Application of optimization algorithms in the design of a superconducting A.C. generator rotor

Abstract

The superconducting a.c. generator is expected to be the optimum choice among a.c. generation systems in future because of its reduced size, high efficiency, high terminal voltage and its contribution to the stability of the power system. Such machines also exhibit unique design problems which remain unsolved. The optimal selection of the basic design parameters is a current problem of interest. This thesis is intended as a contribution in this direction, and a general design strategy has been developed for the superconducting a.c. generator. Elements of the design process include magnetic field analysis, losses, and mechanical performance all which of are discussed in the thesis. An analytical model has been developed to help determine the distribution of magnetic flux density inside the superconducting machine.
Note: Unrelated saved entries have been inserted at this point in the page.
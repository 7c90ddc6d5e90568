// A listener for tests and benchmarks: playing, at full level, nothing else in the way.
import type { Settings } from '../../../../app/audio/worklet/messages.ts'

export const LISTENER: Settings = {
  playing: true,
  muted: false,
  level: 1,
  bypass: 'off',
  delayChange: 'glide',
  held: null,
  toneHz: 440,
  equalDb: 0,
  equalLive: false,
  inputOpen: false,
}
This model takes into account the number, and the geometric structure, of the winding slots and allows the rotor of the superconducting machine to be designed with optimum magnetic field distribution. A general design strategy has been developed for the superconducting a.c. generator rotor for predicting the optimum design. The design optimization process incorporates "direct search" and random-shrinkage methods. Two direct search methods of minimization have been compared on mathematical functions and also on machine design problems. The best method is highlighted and discussed. A general computer program package is presented that will optimize and analyse machine design problems. The package is organised in such away that future addition or deletion of performance specifications, constraints, optimization methods and design process elements are readily implemented.